BEGIN

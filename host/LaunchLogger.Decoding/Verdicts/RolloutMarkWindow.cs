using LaunchLogger.Decoding.Analysis;
using LaunchLogger.Decoding.Metrics;
using LaunchLogger.Decoding.Reconstruction;

namespace LaunchLogger.Decoding.Verdicts;

/// <summary>Where the box's own rollout mark can fall, given our reconstruction, when nothing is wrong.</summary>
/// <remarks>
/// The box counts whole pulses from its first motion and draws straight lines between them
/// (firmware <c>RunRecorder</c>): its distance is the pulse count times the metres per pulse,
/// while the wheel had only covered the unknown phase of its first tooth plus the pulses after it.
/// At each pulse the box is therefore ahead of the wheel by less than one pulse spacing, and
/// between pulses the straight line over an accelerating wheel adds at most one more: the box
/// reaches the rollout distance R when its wheel has covered between R − 2 spacings and R.
/// A wheel that slips ahead of the car (the box's pickup on a spinning driven wheel) only makes
/// the box's mark earlier, by an amount the road distance cannot bound: then the window opens at
/// first motion. Both ends widen by our own mark's 3σ and a fixed allowance for the box's
/// bracket midpoints and integer arithmetic (<see cref="VerdictLimits.RolloutDisagreementS"/>).
/// </remarks>
public static class RolloutMarkWindow
{
    /// <summary>The window on the input's clock; null when our trajectory never reaches the box's rollout distance.</summary>
    public static TimeWindow? For(RunAnalysis analysis, VerdictLimits? limits = null)
    {
        ArgumentNullException.ThrowIfNull(analysis);
        limits ??= VerdictLimits.Default;
        Trajectory trajectory = analysis.Reconstruction.Trajectory;
        Estimate firstMotion = analysis.Figures.FirstMotionS;
        double rolloutM = analysis.Run.Configuration.RolloutM;
        double spacingM = analysis.Run.Configuration.MetresPerPulse;
        int start = FigureCalculator.FirstIndexAtOrAfter(trajectory.TimeS, firstMotion.Value);
        if (FigureCalculator.DistanceCrossing(trajectory, start, rolloutM) is not { } late)
        {
            return null;
        }

        bool boxWheelSlipped = analysis.Reconstruction.DistanceChannel != 0
            || analysis.Reconstruction.WheelspinWindows.Any(w => w.StartS <= late.Value);
        double nearestM = boxWheelSlipped ? 0 : rolloutM - (2 * spacingM);
        double earlyS = nearestM > 0 && FigureCalculator.DistanceCrossing(trajectory, start, nearestM) is { } early
            ? early.Value
            : firstMotion.Value;
        double slack = limits.RolloutDisagreementS + (3 * late.Sigma);
        return new TimeWindow(earlyS - slack, late.Value + slack);
    }
}
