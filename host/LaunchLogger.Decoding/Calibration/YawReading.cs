namespace LaunchLogger.Decoding.Calibration;

/// <summary>The box's yaw on the car's floor from one straight acceleration: the direction of the
/// horizontal specific force, which then points along the car.</summary>
/// <param name="Source">The run.</param>
/// <param name="YawRad">Yaw of the box's forward axis from the car's centre line, radians,
/// positive to the left, with its 1 σ.</param>
/// <param name="Samples">Samples of firm acceleration used.</param>
/// <param name="DurationS">Time they cover, seconds.</param>
/// <param name="MeanForwardMps2">Their mean forward specific force above the resting level, m/s².</param>
public sealed record YawReading(string Source, Estimate YawRad, int Samples, double DurationS, double MeanForwardMps2);
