namespace LaunchLogger.Decoding.Calibration;

/// <summary>A saved tooth-spacing map as the reconstruction takes it: each gap's relative length
/// (mean 1) and its 1-σ, numbered from a tooth of the ring the run does not know (the
/// reconstruction turns it to the run: <see cref="ToothSpacingCalibration.Align"/>).</summary>
/// <param name="Spacing">Relative length of each gap.</param>
/// <param name="Sigma">1-σ of each entry.</param>
public sealed record ToothGaps(IReadOnlyList<double> Spacing, IReadOnlyList<double> Sigma)
{
    /// <summary>σ taken for a saved map's entries when the settings give none: the most the
    /// map's own measurement lets the brackets leave per tooth
    /// (<see cref="ToothSpacingCalibration.MaxBracketNoisePerTooth"/>).</summary>
    public const double DefaultSigma = ToothSpacingCalibration.MaxBracketNoisePerTooth;

    /// <summary>The settings' map, or null when they hold none.</summary>
    public static ToothGaps? From(CalibrationSettings settings)
    {
        ArgumentNullException.ThrowIfNull(settings);
        return settings.ToothSpacing is { Count: > 1 } spacing
            ? new ToothGaps(spacing, settings.ToothSpacingSigma is { } sigma && sigma.Count == spacing.Count ? sigma : [.. spacing.Select(_ => DefaultSigma)])
            : null;
    }
}
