using System.Text.Json;
using System.Text.Json.Serialization;
using LaunchLogger.Decoding.Import;

namespace LaunchLogger.Decoding.Calibration;

/// <summary>Reads and writes <see cref="CalibrationSettings"/> as JSON (snake_case names, SI
/// units except angles in degrees as the names say).</summary>
public static class CalibrationFile
{
    /// <summary>The serializer settings.</summary>
    public static JsonSerializerOptions Options { get; } = new()
    {
        PropertyNamingPolicy = JsonNamingPolicy.SnakeCaseLower,
        DefaultIgnoreCondition = JsonIgnoreCondition.WhenWritingNull,
        WriteIndented = true,
        UnmappedMemberHandling = JsonUnmappedMemberHandling.Disallow,
    };

    /// <summary>Loads a settings file.</summary>
    /// <exception cref="InputException">Missing, unreadable or not a settings file; the message says why.</exception>
    public static CalibrationSettings Load(string path)
    {
        string text;
        try
        {
            text = File.ReadAllText(path);
        }
        catch (Exception e) when (e is IOException or UnauthorizedAccessException)
        {
            throw new InputException(path, 0, $"cannot read the settings file: {e.Message}", e);
        }

        try
        {
            CalibrationSettings? settings = JsonSerializer.Deserialize<CalibrationSettings>(text, Options);
            if (settings is null)
            {
                throw new InputException(path, 0, "the settings file is empty");
            }

            if (settings.CircumferenceM is { } c && !(c > 0.1 && c < 10))
            {
                throw new InputException(path, 0, $"circumference_m must be between 0.1 and 10 m (was {c})");
            }

            return settings;
        }
        catch (JsonException e)
        {
            throw new InputException(path, (int)(e.LineNumber ?? -1) + 1, $"not a settings file: {e.Message}", e);
        }
    }

    /// <summary>The settings as JSON text.</summary>
    public static string ToJson(CalibrationSettings settings) => JsonSerializer.Serialize(settings, Options);
}
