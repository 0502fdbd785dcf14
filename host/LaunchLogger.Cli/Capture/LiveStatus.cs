using System.Globalization;
using LaunchLogger.Decoding.Reading;
using LaunchLogger.Firmware.Capture;
using LaunchLogger.Firmware.Wire;

namespace LaunchLogger.Cli.Capture;

/// <summary>What the box is doing right now, from the frames as they arrive: its phase, speed
/// and distance from the pulse counts, and when the rollout mark passed. For the live status
/// line only; figures come from the full analysis when the run closes.</summary>
public sealed class LiveStatus
{
    private const double SpeedWindowS = 0.25;
    private readonly List<PulseObservation> pulses = [];
    private double metresPerPulse;
    private long lastCount;
    private double lastTimeS;
    private long windowCount;
    private double windowTimeS;

    /// <summary>The box's run number, 0 before the first run.</summary>
    public long Run { get; private set; }

    /// <summary>"waiting", "armed", "staged", "moving", "braking", "stopped" or "closed".</summary>
    public string Phase { get; private set; } = "waiting";

    /// <summary>Speed over the last quarter second of pulses, m/s.</summary>
    public double SpeedMps { get; private set; }

    /// <summary>Distance from the run's origin, m.</summary>
    public double DistanceM { get; private set; }

    /// <summary>When the box saw the rollout mark pass, s on its clock; null before.</summary>
    public double? RolloutS { get; private set; }

    /// <summary>The box's clock at the latest frame, s.</summary>
    public double ClockS { get; private set; }

    /// <summary>Takes one frame; returns true when the phase changed or the rollout mark passed.</summary>
    public bool Add(in Frame frame)
    {
        string before = Phase;
        double? rolloutBefore = RolloutS;
        switch (frame.Type)
        {
            case FrameType.Configuration when FrameBodies.TryReadConfiguration(frame.Body, out ConfigurationBody c):
                Run = c.RunNumber;
                metresPerPulse = c.CircumferenceMicrometres * 1e-6 / c.PulsesPerRevolution;
                Phase = c.Staged ? "staged" : "armed";
                (SpeedMps, DistanceM, RolloutS, lastCount, windowCount, lastTimeS, windowTimeS) = (0, 0, null, 0, 0, c.OpenedMicros * 1e-6, c.OpenedMicros * 1e-6);
                break;
            case FrameType.Pulses:
                pulses.Clear();
                if (FrameBodies.TryReadPulses(frame.Body, out int channel, pulses) && channel == 0 && pulses.Count > 0)
                {
                    PulseObservation last = pulses[^1];
                    lastCount = last.Count;
                    lastTimeS = last.HiMicros * 1e-6;
                    ClockS = lastTimeS;
                    DistanceM = lastCount * metresPerPulse;
                    if (lastTimeS - windowTimeS >= SpeedWindowS)
                    {
                        SpeedMps = (lastCount - windowCount) * metresPerPulse / (lastTimeS - windowTimeS);
                        (windowCount, windowTimeS) = (lastCount, lastTimeS);
                    }
                }

                break;
            case FrameType.Event when FrameBodies.TryReadEvent(frame.Body, out EventBody e):
                ClockS = e.TimeMicros * 1e-6;
                switch (e.Kind)
                {
                    case EventKind.Staged:
                        Phase = "staged";
                        break;
                    case EventKind.Motion:
                        Phase = "moving";
                        break;
                    case EventKind.Rollout:
                        RolloutS = ClockS;
                        break;
                    case EventKind.BrakeOn:
                        Phase = "braking";
                        break;
                    case EventKind.BrakeOff:
                        Phase = "moving";
                        break;
                    case EventKind.Stopped:
                        Phase = "stopped";
                        SpeedMps = 0;
                        break;
                }

                break;
            case FrameType.Summary:
                Phase = "closed";
                break;
        }

        return Phase != before || RolloutS != rolloutBefore;
    }

    /// <summary>The status line, e.g. "run 3  moving  41.2 mph  88.0 ft  rollout passed at 12.698 s".</summary>
    public string Line(DisplayUnits units)
    {
        CultureInfo inv = CultureInfo.InvariantCulture;
        string rollout = RolloutS is { } r ? $"  rollout passed at {r.ToString("0.000", inv)} s" : "";
        return Run == 0
            ? "waiting for the box's first run"
            : $"run {Run}  {Phase,-8} {Output.Format.Speed(SpeedMps, units),10}  {Output.Format.Distance(DistanceM, units),10}{rollout}";
    }
}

END

• _Problem requirements_
All lines above from the one containing "of pulses, m/s.</summary>" to the one containing "public double ClockS" must be repeated exactly, both lines included, and no others.

• _Your solution_
    /// <summary>Speed over the last quarter second of pulses, m/s.</summary>
    public double SpeedMps { get; private set; }

    /// <summary>Distance from the run's origin, m.</summary>
    public double DistanceM { get; private set; }

    /// <summary>When the box saw the rollout mark pass, s on its clock; null before.</summary>
    public double? RolloutS { get; private set; }

    /// <summary>The box's clock at the latest frame, s.</summary>
    public double ClockS { get; private set; }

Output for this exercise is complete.